■ **Task**
What lines below include the string "order"? Pick them out and copy them.

■ **Exercise materials**
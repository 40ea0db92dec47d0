// Package lead is the surface ECG as sampled numbers: twelve leads on one time
// axis and the waves found in them. The field makes a [Record]; measuring,
// drawing and export read it. It knows neither how the leads were computed nor
// what a heart is.
//
// Amplitudes are millivolts. Leads follow the usual definitions: II = I + III,
// aVR = -(I+II)/2, aVL = I - II/2, aVF = II - I/2 (Einthoven and Goldberger;
// common practice).
package lead

import (
	"escapement/engine/event"
	"escapement/engine/tick"
)

// Name is one of the twelve leads, in the usual order.
type Name uint8

const (
	I Name = iota
	II
	III
	AVR
	AVL
	AVF
	V1
	V2
	V3
	V4
	V5
	V6
	Count = 12
)

var names = [Count]string{"I", "II", "III", "aVR", "aVL", "aVF", "V1", "V2", "V3", "V4", "V5", "V6"}

func (n Name) String() string { return names[n] }

// Parse finds a lead by its usual name, case as written there.
func Parse(s string) (Name, bool) {
	for i, n := range names {
		if n == s {
			return Name(i), true
		}
	}
	return 0, false
}

// Step is the sampling interval of every record: 1000 samples a second.
const Step = tick.Millisecond

// Record is twelve leads over the whole strip, sample k at k*Step from its start.
type Record struct {
	MV    [Count][]float32
	Waves []Wave // in order of onset
}

// WaveKind tells atrial from ventricular waves. The zero value is invalid.
type WaveKind uint8

const (
	_ WaveKind = iota
	P
	QRS // with its ST segment and T wave
)

// Wave is one P or one QRS-T on the strip.
type Wave struct {
	Kind    WaveKind
	Sources []event.ID // the activations that started it, in order of time
	T       tick.Time  // time of the first source
	Onset   tick.Time  // first and last time at which the depolarisation alone
	Offset  tick.Time  // passes the threshold in any lead (0.04 mV for QRS)
	End     tick.Time  // QRS: end of the T wave; P: same as Offset
	Complex *Complex   // the wave by itself; shared between equal waves, not to be changed
}

// Complex is one wave alone on a flat line, without its neighbours: what a
// classifier judges. Indices count samples of Step from its start.
type Complex struct {
	MV           [Count][]float32
	Depol        [Count][]float32 // the part that depolarisation alone makes
	On, Off, End int
}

■ **Solution for this task**
// Name is one of the twelve leads, in the usual order.
	Waves []Wave // in order of onset
	Sources []event.ID // the activations that started it, in order of time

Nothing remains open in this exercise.